● WHAT YOU SHOULD DO: From the entries that follow, extract each line holding the string "DELETE".

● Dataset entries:

import { LitElement, css, html, nothing } from 'lit';
import type { SolveProgressView } from './controllers/solve-controller.js';

/** The phases as the bar names them (the server's phase names, in words). */
const PHASE_WORDS: Readonly<Record<string, string>> = {
  '': 'waiting for the server',
  stations: 'placing stations',
  assembly: 'assembling',
  frequencies: 'finding the natural frequencies',
  factorisation: 'factorising',
  solve: 'solving',
  recovery: 'recovering torques and stresses',
  'forced response': 'sweeping the running speeds (forced response)',
  writing: 'sending the results',
};

/**
 * The progress of a long solve: a bar, its phase in words, and a Cancel button.
 * Shows nothing while `progress` is null (the solve controller sets it once a
 * solve has run half a second).
 *
 * @fires sn-cancel - the Cancel button was pressed
 */
export class SnProgress extends LitElement {
  static override styles = css`
    :host { display: block; }
    .box { display: flex; align-items: center; gap: 10px; padding: 6px 10px; margin-bottom: 8px;
      border: 1px solid #c9d6e8; border-radius: 6px; background: #f1f6fc; font-size: 13px; }
    progress { flex: 1; height: 10px; }
    .phase { min-width: 16em; color: #334; }
    button { font: inherit; padding: 2px 10px; }
    @media print { :host { display: none; } }
  `;

  static override properties = {
    progress: { attribute: false },
  };

  declare progress: SolveProgressView | null;

  constructor() {
    super();
    this.progress = null;
  }

  override render() {
    const p = this.progress;
    if (!p) return nothing;
    const pct = Math.floor(p.overall * 100);
    return html`<div class="box" role="status" aria-live="polite" data-phase=${p.phase} data-overall=${p.overall}>
      <progress max="100" .value=${pct} aria-label="Solve progress"></progress>
      <span class="phase">${PHASE_WORDS[p.phase] ?? p.phase} · ${pct}%</span>
      <button type="button" class="cancel" @click=${this.onCancel}>Cancel</button>
    </div>`;
  }

  private onCancel(): void {
    this.dispatchEvent(new CustomEvent('sn-cancel', { bubbles: true, composed: true }));
  }
}

customElements.define('sn-progress', SnProgress);

declare global {
  interface HTMLElementTagNameMap {
    'sn-progress': SnProgress;
  }
}
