/**
 * The HTTP API, typed with the shared types (the library's answers from
 * shared-types/library.ts). Every 4xx/5xx becomes an `ApiError` carrying the
 * server's code, message, issues (with JSON pointers) and, for a 409, the
 * current revision.
 *
 * Every unsafe request (POST, PUT, PATCH, DELETE) is sent as JSON with
 * `Content-Type: application/json`, with `{}` where it has nothing to say: the
 * server refuses a state change in any other form (a cross-site form cannot
 * send one).
 */
import type { Model } from '../../shared-types/model.js';
import type { Solution } from '../../shared-types/solution.js';
import type { ErrorBody, ModelIssue } from '../../shared-types/errors.js';
import type {
  ArchiveState,
  DemoInfo,
  DemoList,
  ModelList,
  ModelSummary,
  RevisionInfo,
  RevisionList,
  Saved,
  SessionInfo,
  StoredModel,
} from '../../shared-types/library.js';

export type { ArchiveState, DemoInfo, ModelSummary, RevisionInfo, Saved, SessionInfo, StoredModel };

/** An error answer of the API, or a network failure (status 0). */
export class ApiError extends Error {
  readonly status: number;
  readonly code: string;
  readonly issues: readonly ModelIssue[];
  readonly currentRevision?: number;

  constructor(status: number, code: string, message: string, issues: readonly ModelIssue[] = [], currentRevision?: number) {
    super(message);
    this.name = 'ApiError';
    this.status = status;
    this.code = code;
    this.issues = issues;
    this.currentRevision = currentRevision;
  }
}

/** True for an abort of a request the client itself cancelled. */
export function isAbort(e: unknown): boolean {
  return e instanceof DOMException && e.name === 'AbortError';
}

type Method = 'GET' | 'POST' | 'PUT' | 'PATCH' | 'DELETE';

/** The fetch options of a request: JSON in and out; an unsafe method always carries a JSON body. */
export function requestInit(method: Method, body?: unknown, signal?: AbortSignal): RequestInit {
  if (method === 'GET') return { method, headers: { accept: 'application/json' }, credentials: 'same-origin', signal };
  return {
    method,
    headers: { 'content-type': 'application/json', accept: 'application/json' },
    body: JSON.stringify(body === undefined ? {} : body),
    credentials: 'same-origin',
    signal,
  };
}

async function call<T>(method: Method, path: string, body?: unknown, signal?: AbortSignal): Promise<T> {
  let res: Response;
  try {
    res = await fetch(path, requestInit(method, body, signal));
  } catch (e) {
    if (isAbort(e)) throw e;
    throw new ApiError(0, 'SN_NETWORK', 'The server cannot be reached.');
  }
  const text = await res.text();
  let data: unknown = undefined;
  if (text) {
    try {
      data = JSON.parse(text);
    } catch {
      data = undefined;
    }
  }
  if (!res.ok) {
    const err = (data as Partial<ErrorBody> | undefined)?.error;
    const current = (data as { currentRevision?: number } | undefined)?.currentRevision;
    throw new ApiError(res.status, err?.code ?? `HTTP_${res.status}`, err?.message ?? `${res.status} ${res.statusText}`, err?.issues ?? [], current);
  }
  return data as T;
}

const enc = encodeURIComponent;

/** One function per route of the API. */
export const api = {
  health: () => call<unknown>('GET', '/api/health'),
  solve: (model: Model, signal?: AbortSignal, combination?: string) =>
    call<Solution>('POST', combination ? `/api/solve?combination=${enc(combination)}` : '/api/solve', model, signal),
  listModels: (q = '', archived = false) =>
    call<ModelList>('GET', `/api/models?q=${enc(q)}&archived=${archived ? 'true' : 'false'}`),
  getModel: (id: string) => call<StoredModel>('GET', `/api/models/${enc(id)}`),
  getRevision: (id: string, rev: number) => call<StoredModel>('GET', `/api/models/${enc(id)}/revisions/${rev}`),
  revisions: (id: string) => call<RevisionList>('GET', `/api/models/${enc(id)}/revisions`),
  create: (model: Model, author: string, message: string) => call<Saved>('POST', '/api/models', { model, author, message }),
  update: (id: string, model: Model, baseRevision: number, author: string, message: string) =>
    call<Saved>('PUT', `/api/models/${enc(id)}`, { model, baseRevision, author, message }),
  archive: (id: string) => call<ArchiveState>('POST', `/api/models/${enc(id)}/archive`),
  restore: (id: string) => call<ArchiveState>('POST', `/api/models/${enc(id)}/restore`),
  exportUrl: (id: string) => `/api/models/${enc(id)}/export`,
  importModel: (model: unknown, author: string, message: string) =>
    call<Saved>('POST', `/api/models/import?author=${enc(author)}&message=${enc(message)}`, model),
  demos: () => call<DemoList>('GET', '/api/demos'),
  demo: (id: string) => call<Model>('GET', `/api/demos/${enc(id)}`),
  session: () => call<SessionInfo>('GET', '/api/session'),
  signIn: (token: string) => call<SessionInfo>('POST', '/api/session', { token }),
  signOut: () => call<SessionInfo>('DELETE', '/api/session'),
};
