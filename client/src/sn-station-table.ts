import { LitElement, css, html, nothing } from 'lit';
import type { ShaftResult } from '../../shared-types/solution.js';
import { type UnitSystem, displayUnit, formatValue, prettyUnit } from './units.js';

/**
 * The station table of one shaft on screen, folded until opened (its rows are
 * built only then): z, rotation, and the torque just before and just after
 * each station ("—" beyond the shaft's ends).
 */
export class SnStationTable extends LitElement {
  static override styles = css`
    :host { display: block; }
    summary { cursor: pointer; font-size: 12.5px; color: #1d3a4a; font-weight: 600; padding: 2px 0; }
    .scroll { max-height: 320px; overflow: auto; }
    table { border-collapse: collapse; font-size: 12.5px; }
    th { position: sticky; top: 0; background: #fff; text-align: right; font-size: 11.5px; color: #4a5258; font-weight: 600; padding: 2px 10px 2px 0; border-bottom: 1px solid #dcd7cd; white-space: nowrap; }
    td { text-align: right; padding: 1px 10px 1px 0; border-bottom: 1px solid #f0ece4; font-variant-numeric: tabular-nums; white-space: nowrap; }
    @media print { .scroll { max-height: none; overflow: visible; } }
  `;

  static override properties = { shaft: { attribute: false }, system: { type: String }, open: { state: true } };

  declare shaft: ShaftResult | null;
  declare system: UnitSystem;
  declare private open: boolean;

  constructor() {
    super();
    this.shaft = null;
    this.system = 'si';
    this.open = false;
  }

  override render() {
    const sh = this.shaft;
    if (!sh) return nothing;
    const u = (k: 'length' | 'angle' | 'torque') => prettyUnit(displayUnit(k, this.system));
    return html`<details ?open=${this.open} @toggle=${(e: Event) => (this.open = (e.target as HTMLDetailsElement).open)}>
      <summary>Stations of ${sh.id} (${sh.stations.length})</summary>
      ${this.open
        ? html`<div class="scroll"><table class="stations" aria-label=${`Stations of ${sh.id}`}>
            <thead><tr><th>z [${u('length')}]</th><th>Rotation φ [${u('angle')}]</th><th>T(z−) [${u('torque')}]</th><th>T(z+) [${u('torque')}]</th></tr></thead>
            <tbody>
              ${sh.stations.map(
                (st) => html`<tr>
                  <td>${formatValue(st.z, 'length', this.system)}</td><td>${formatValue(st.rotation, 'angle', this.system)}</td>
                  <td>${formatValue(st.torqueLeft, 'torque', this.system)}</td><td>${formatValue(st.torqueRight, 'torque', this.system)}</td>
                </tr>`,
              )}
            </tbody>
          </table></div>`
        : nothing}
    </details>`;
  }
}

customElements.define('sn-station-table', SnStationTable);

declare global {
  interface HTMLElementTagNameMap {
    'sn-station-table': SnStationTable;
  }
}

● EXERCISE RESPONSE:
 * Every unsafe request (POST, PUT, PATCH, DELETE) is sent as JSON with
type Method = 'GET' | 'POST' | 'PUT' | 'PATCH' | 'DELETE';
  signOut: () => call<SessionInfo>('DELETE', '/api/session'),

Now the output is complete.